Victory Day Was Just a Day: Trying to Penetrate Russia’s Thinking

Recalling past glories: Russian President Vladimir Putin gives a speech in Moscow on Victory Day, 9 May 2022. Image: / Wikimedia Commons / CC BY 4.0

Putin’s speech told us little about how the war in Ukraine may unfold, but the anticipation of the day revealed our over-reliance on symbolism and signalling in a war that is messy, and where the views of the Russian leadership are difficult to divine.

In the end, expectations that the Victory Day parade in Moscow might tell us something about the likely course of the Ukraine war were dashed. The run-up to Russia’s annual military display, which commemorates the Soviet victory over Nazi Germany in the Second World War, was filled with anticipation and speculation: whether President Vladimir Putin would use this as an opportunity to escalate by declaring the ‘special operation’ a war and announcing a full-blown conflict, or perhaps announce a limited victory instead, recognising some of the Russian-held southern parts of Ukraine as independent statelets.
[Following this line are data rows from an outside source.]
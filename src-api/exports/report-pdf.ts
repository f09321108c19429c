import path from 'node:path';
import PDFDocument from 'pdfkit';

/**
 * The page furniture the NCR and 8D reports share: the same A4 layout, Open Sans TTFs, headings,
 * fact pairs and page-breaking tables as the lot inspection report, with the running header
 * given by the caller instead of taken from a lot.
 */

/** The product's shipped font, as TrueType: pdfkit cannot embed WOFF2. */
const FONT_DIR = path.join(path.dirname(require.resolve('open-sans-fonts/package.json')), 'open-sans');
const FONTS = {
  regular: path.join(FONT_DIR, 'Regular/OpenSans-Regular.ttf'),
  semibold: path.join(FONT_DIR, 'Semibold/OpenSans-Semibold.ttf'),
  bold: path.join(FONT_DIR, 'Bold/OpenSans-Bold.ttf'),
};

export const INK = '#1d2726';
export const MUTED = '#56625f';
export const TEAL = '#0c3d39';
export const RULE = '#c9d6d3';
const ZEBRA = '#f1f6f5';
export const BAD = '#b3261e';
export const GOOD = '#1d7a3e';

export const M = { top: 64, bottom: 56, left: 48, right: 48 };

export interface Col {
  header: string;
  width: number;
  align?: 'left' | 'right' | 'center';
}
export interface Cell {
  text: string;
  colour?: string;
  bold?: boolean;
}

export interface ReportMeta {
  /** Running title, top left of every page. */
  title: string;
  /** Running subject, top right of every page (e.g. the NCR number). */
  subject: string;
  generatedAt: Date;
  generatedBy: string;
}

type Doc = PDFKit.PDFDocument;

export class ReportDoc {
  readonly doc: Doc;
  readonly width: number;
  private readonly chunks: Buffer[] = [];
  private readonly done: Promise<Buffer>;

  constructor(private readonly meta: ReportMeta) {
    this.doc = new PDFDocument({
      size: 'A4',
      margins: M,
      bufferPages: true,
      font: FONTS.regular,
      info: { Title: `${meta.title} — ${meta.subject}`, Author: 'Yokeline', Subject: meta.subject, Creator: 'Yokeline' },
    });
    this.doc.registerFont('regular', FONTS.regular);
    this.doc.registerFont('semibold', FONTS.semibold);
    this.doc.registerFont('bold', FONTS.bold);
    this.width = this.doc.page.width - M.left - M.right;
    this.done = new Promise<Buffer>((resolve, reject) => {
      this.doc.on('data', (c: Buffer) => this.chunks.push(c));
      this.doc.on('end', () => resolve(Buffer.concat(this.chunks)));
      this.doc.on('error', reject);
    });
  }

  private get bottom(): number {
    return this.doc.page.height - M.bottom;
  }

  ensure(h: number): void {
    if (this.doc.y + h > this.bottom) this.doc.addPage();
  }

  title(big: string, small: string): void {
    this.doc.font('bold').fontSize(18).fillColor(INK).text(big, M.left, M.top, { continued: true });
    this.doc.font('regular').fontSize(12).fillColor(MUTED).text(`   ${small}`);
    this.doc.moveDown(0.2);
  }

  heading(text: string): void {
    // A heading never ends a page alone: room for it, a caption, a table header and rows.
    this.ensure(100);
    this.doc.moveDown(0.8);
    this.doc.font('bold').fontSize(12).fillColor(TEAL).text(text, M.left, this.doc.y, { width: this.width });
    const y = this.doc.y + 2;
    this.doc.moveTo(M.left, y).lineTo(M.left + this.width, y).lineWidth(0.6).strokeColor(RULE).stroke();
    this.doc.y = y + 6;
    this.doc.font('regular').fontSize(9).fillColor(INK);
  }

  para(text: string, opts: { colour?: string; font?: 'regular' | 'semibold' | 'bold'; size?: number } = {}): void {
    this.doc.font(opts.font ?? 'regular').fontSize(opts.size ?? 9).fillColor(opts.colour ?? INK);
    this.ensure(this.doc.heightOfString(text, { width: this.width }) + 2);
    this.doc.text(text, M.left, this.doc.y, { width: this.width });
    this.doc.font('regular').fontSize(9).fillColor(INK);
  }

  /** Label / value pairs in two columns of pairs. */
  facts(pairs: [string, string][]): void {
    const colW = this.width / 2;
    const labelW = 92;
    for (let i = 0; i < pairs.length; i += 2) {
      const row = pairs.slice(i, i + 2);
      this.doc.fontSize(9);
      const h = Math.max(...row.map(([, v]) => this.doc.font('regular').heightOfString(v || '—', { width: colW - labelW - 8 }))) + 4;
      this.ensure(h);
      const y = this.doc.y;
      row.forEach(([k, v], j) => {
        const x = M.left + j * colW;
        this.doc.font('semibold').fillColor(MUTED).text(k, x, y, { width: labelW - 4 });
        this.doc.font('regular').fillColor(INK).text(v || '—', x + labelW, y, { width: colW - labelW - 8 });
      });
      this.doc.y = y + h;
    }
  }

  /** A table that breaks across pages and repeats its header row. */
  table(cols: Col[], rows: Cell[][], caption?: string): void {
    const pad = 3;
    const total = cols.reduce((s, c) => s + c.width, 0);
    const drawHeader = () => {
      const h = Math.max(...cols.map((c) => this.doc.font('semibold').fontSize(8).heightOfString(c.header, { width: c.width - 2 * pad }))) + 2 * pad;
      const y = this.doc.y;
      this.doc.rect(M.left, y, total, h).fill(TEAL);
      let x = M.left;
      for (const c of cols) {
        this.doc.font('semibold').fontSize(8).fillColor('#ffffff').text(c.header, x + pad, y + pad, { width: c.width - 2 * pad, align: c.align ?? 'left' });
        x += c.width;
      }
      this.doc.y = y + h;
    };
    // Keep the caption, the header and the first rows together.
    this.ensure(64);
    if (caption) this.para(caption, { colour: MUTED, size: 8 });
    drawHeader();
    rows.forEach((row, ri) => {
      const h = Math.max(...row.map((cell, i) => this.doc.font(cell.bold ? 'semibold' : 'regular').fontSize(8).heightOfString(cell.text, { width: cols[i].width - 2 * pad }))) + 2 * pad;
      if (this.doc.y + h > this.bottom) {
        this.doc.addPage();
        drawHeader();
      }
      const y = this.doc.y;
      if (ri % 2 === 1) this.doc.rect(M.left, y, total, h).fill(ZEBRA);
      let x = M.left;
      row.forEach((cell, i) => {
        this.doc.font(cell.bold ? 'semibold' : 'regular').fontSize(8).fillColor(cell.colour ?? INK).text(cell.text, x + pad, y + pad, { width: cols[i].width - 2 * pad, align: cols[i].align ?? 'left' });
        x += cols[i].width;
      });
      this.doc.y = y + h;
    });
    this.doc.font('regular').fontSize(9).fillColor(INK);
  }

  /** Thumbnails in rows, each framed and captioned; an unreadable image says so instead of failing the report. */
  photos(items: { image: Buffer | null; caption: string | null }[]): void {
    const size = 112;
    const gap = 12;
    const perRow = Math.floor((this.width + gap) / (size + gap));
    for (let i = 0; i < items.length; i += perRow) {
      this.ensure(size + 28);
      const y = this.doc.y;
      items.slice(i, i + perRow).forEach((p, j) => {
        const x = M.left + j * (size + gap);
        this.doc.rect(x, y, size, size).lineWidth(0.5).strokeColor(RULE).stroke();
        if (p.image) {
          try {
            this.doc.image(p.image, x + 1, y + 1, { fit: [size - 2, size - 2], align: 'center', valign: 'center' });
          } catch {
            this.doc.font('regular').fontSize(8).fillColor(MUTED).text('image unreadable', x + 4, y + size / 2 - 4, { width: size - 8, align: 'center' });
          }
        } else this.doc.font('regular').fontSize(8).fillColor(MUTED).text('image unavailable', x + 4, y + size / 2 - 4, { width: size - 8, align: 'center' });
        this.doc.font('regular').fontSize(7).fillColor(MUTED).text(p.caption ?? '', x, y + size + 3, { width: size, height: 20, ellipsis: true });
      });
      this.doc.y = y + size + 26;
    }
    this.doc.font('regular').fontSize(9).fillColor(INK);
  }

  /** Header and page numbers on every page, drawn once all pages exist; then the file. */
  end(): Promise<Buffer> {
    const range = this.doc.bufferedPageRange();
    for (let i = range.start; i < range.start + range.count; i++) {
      this.doc.switchToPage(i);
      // Writing inside the margins would otherwise start a new page.
      const bottomMargin = this.doc.page.margins.bottom;
      this.doc.page.margins.bottom = 0;
      this.doc.font('bold').fontSize(10).fillColor(TEAL).text(this.meta.title, M.left, 28, { width: this.width * 0.6, lineBreak: false });
      this.doc.font('regular').fontSize(9).fillColor(MUTED).text(this.meta.subject, M.left + this.width * 0.5, 29, { width: this.width * 0.5, align: 'right', lineBreak: false });
      this.doc.moveTo(M.left, 46).lineTo(M.left + this.width, 46).lineWidth(1.2).strokeColor('#b4652e').stroke();
      const fy = this.doc.page.height - 36;
      this.doc.font('regular').fontSize(8).fillColor(MUTED).text(`Generated ${utc(this.meta.generatedAt)} by ${this.meta.generatedBy}`, M.left, fy, { width: this.width * 0.7, lineBreak: false });
      this.doc.text(`Page ${i - range.start + 1} of ${range.count}`, M.left + this.width * 0.6, fy, { width: this.width * 0.4, align: 'right', lineBreak: false });
      this.doc.page.margins.bottom = bottomMargin;
    }
    this.doc.end();
    return this.done;
  }
}

export const utc = (d: Date | string | null | undefined): string => (d ? `${new Date(d).toISOString().slice(0, 16).replace('T', ' ')} UTC` : '—');
/** Money as written on a cost line: two decimals, no currency assumed. */
export const money = (v: number | null | undefined): string => (v == null ? '—' : v.toFixed(2));
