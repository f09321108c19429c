import { Inject, Injectable } from '@nestjs/common';
import { asc, count, eq, sql } from 'drizzle-orm';
import { DB, type Db, type DbOrTx } from '../db/client';
import { appUser } from '../db/schema';

export type UserRow = typeof appUser.$inferSelect;

@Injectable()
export class UsersRepository {
  constructor(@Inject(DB) readonly db: Db) {}

  async byEmail(email: string): Promise<UserRow | undefined> {
    const [row] = await this.db.select().from(appUser).where(eq(appUser.email, email)).limit(1);
    return row;
  }

  async byId(id: string, tx: DbOrTx = this.db): Promise<UserRow | undefined> {
    const [row] = await tx.select().from(appUser).where(eq(appUser.id, id)).limit(1);
    return row;
  }

  async list(page: number, pageSize: number): Promise<{ items: UserRow[]; total: number }> {
    const items = await this.db
      .select()
      .from(appUser)
      .orderBy(asc(appUser.role), asc(appUser.email))
      .limit(pageSize)
      .offset((page - 1) * pageSize);
    const [{ n }] = await this.db.select({ n: count() }).from(appUser);
    return { items, total: n };
  }

  /**
   * Counts a failed sign-in inside a sliding window and locks the account when the window
   * fills, in one statement so concurrent failures cannot undercount.
   */
  async recordFailure(id: string, maxFailures: number, windowMinutes: number, lockMinutes: number): Promise<UserRow> {
    const [row] = await this.db
      .update(appUser)
      .set({
        failedLoginCount: sql`case when ${appUser.failedLoginWindowStart} is null
          or ${appUser.failedLoginWindowStart} < now() - make_interval(mins => ${windowMinutes}) then 1
          else ${appUser.failedLoginCount} + 1 end`,
        failedLoginWindowStart: sql`case when ${appUser.failedLoginWindowStart} is null
          or ${appUser.failedLoginWindowStart} < now() - make_interval(mins => ${windowMinutes}) then now()
          else ${appUser.failedLoginWindowStart} end`,
      })
      .where(eq(appUser.id, id))
      .returning();
    if (row.failedLoginCount >= maxFailures) {
      const [locked] = await this.db
        .update(appUser)
        .set({ lockedUntil: sql`now() + make_interval(mins => ${lockMinutes})`, failedLoginCount: 0, failedLoginWindowStart: null })
        .where(eq(appUser.id, id))
        .returning();
      return locked;
    }
    return row;
  }

  async clearFailures(id: string): Promise<void> {
    await this.db
      .update(appUser)
      .set({ failedLoginCount: 0, failedLoginWindowStart: null, lockedUntil: null })
      .where(eq(appUser.id, id));
  }
}
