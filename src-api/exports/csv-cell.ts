/**
 * Characters that make a spreadsheet read a cell as a formula (or, for tab and carriage return,
 * let one slip past a naive check). Common practice for CSV injection: OWASP's CSV Injection
 * page lists exactly these (memory).
 */
const FORMULA_START = /^[=+\-@\t\r]/;

/**
 * Neutralises spreadsheet formula injection: text that starts with =, +, -, @, a tab or a carriage
 * return gets a leading single quote, so "=HYPERLINK(…)" arrives as the text "'=HYPERLINK(…)".
 * Only text goes through here: numbers are written as numbers (a negative reading stays -0.02).
 */
export function neutraliseFormula(text: string): string {
  return FORMULA_START.test(text) ? `'${text}` : text;
}

/** One value as CSV text: empty for nothing, ISO for instants, JSON for structures, neutralised text. */
export function csvText(v: unknown): string | number {
  if (v === null || v === undefined) return '';
  if (typeof v === 'number') return Number.isFinite(v) ? v : '';
  if (typeof v === 'boolean') return v ? 'true' : 'false';
  if (v instanceof Date) return v.toISOString();
  if (Array.isArray(v) && v.every((x) => typeof x === 'number' || typeof x === 'string')) return neutraliseFormula(v.join('; '));
  if (typeof v === 'object') return neutraliseFormula(JSON.stringify(v));
  return neutraliseFormula(String(v));
}
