import { Controller, Get, Inject, Res } from '@nestjs/common';
import { ApiOperation, ApiTags } from '@nestjs/swagger';
import type { Response } from 'express';
import type { Pool } from 'pg';
import { PG_POOL } from '../db/client';
import { PUBLIC, Roles } from '../common/roles.decorator';
import { ApiResult } from '../common/openapi';
import { healthResponseSchema } from '../../shared/schemas/auth';

@ApiTags('health')
@Controller('health')
export class HealthController {
  constructor(@Inject(PG_POOL) private readonly pool: Pool) {}

  @Get()
  @Roles(PUBLIC)
  @ApiOperation({ summary: 'Liveness and database reachability (503 when the database is down)' })
  @ApiResult(healthResponseSchema)
  async health(@Res({ passthrough: true }) res: Response): Promise<{ status: 'ok' | 'degraded'; db: 'up' | 'down' }> {
    try {
      await Promise.race([
        this.pool.query('select 1'),
        new Promise((_, reject) => setTimeout(() => reject(new Error('timeout')), 2000).unref()),
      ]);
      return { status: 'ok', db: 'up' };
    } catch {
      res.status(503);
      return { status: 'degraded', db: 'down' };
    }
  }
}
None of these things happened on the day, and Putin’s speech was devoid of any signals that might have helped to divine some sort of meaning from an increasingly brutal war. An excessive focus on timing reflects a desire to exert a semblance of control, and our reliance on such symbols highlights how little we are able to penetrate the thinking of the Russian leadership in a useful way.

Every year, Moscow uses narratives around Victory Day and its accompanying parades to showcase its military hardware, as well as to emphasise existential threats to the country. As expected, this year, much of Russia’s military hardware was either irreparably damaged or in use at the front, and so the display was less impressive than in previous years. There was time for somewhat macabre photo opportunities, including Putin laying flowers at monuments to ‘heroic cities’ of the Second World War, including Kyiv and Odessa, as the fighting around Mariupol and the strategic Azov port continues unabated. There was notably no foreign representation, which was explained away by Kremlin spokesman Dmitry Peskov – in case anyone might take it as evidence of Russia’s diplomatic isolation – by maintaining that this Victory Day was not a jubilee year. Since Russia’s 2014 annexation of Crimea, foreign representation at the parade has become increasingly contentious – in 2017, only Moldovan President Igor Dodon attended. But all of these symbols were immaterial in comparison with Putin’s much-vaunted speech.

In the end, Putin gave us little to go on. He did not make any mention of victory, or proffer statements that could have been framed as a potential end to the war – nor did he include specific references to Mariupol, which Russian forces have as yet failed to take.

Effective repression of the media and freedom of assembly has made it very difficult to determine different perspectives that deviate from the official line

But there were also no allusions to significant escalation or mass mobilisation. As Russia’s supply lines wear thin and its offensive pushes on to Odessa, there may be background efforts underway to mobilise fresh troops in a limited capacity, with anecdotal reports on social media suggesting that some reservists have been called to service. But many of these reservist notices circulating online are standard conscription notices – Russia has a biannual conscription, which begins in spring and runs for around two months. Even if Putin had called for mobilisation in his speech, the effects would not be felt immediately, nor would this offer a quick victory – most of the technically qualified and trained troops have already been called up, and it will take time to train and prepare civilians.

Back to Kremlinology?

In theory, speculation that Putin might use the day as a springboard for some sort of change of tack made sense. It would have made a neat analogy for the authorities to draw parallels between Russia’s framing of the Ukraine war as a fight against fascism, and the Soviet defeat of Nazism. But perhaps the comparison was too neat, and too obvious. There were comments across social media that Putin’s speech was short, at just 11 minutes – but last year’s speech was short too. The problem is that this year, we were hoping for more, because we understand so little about what is going on in the minds of the Russian leadership.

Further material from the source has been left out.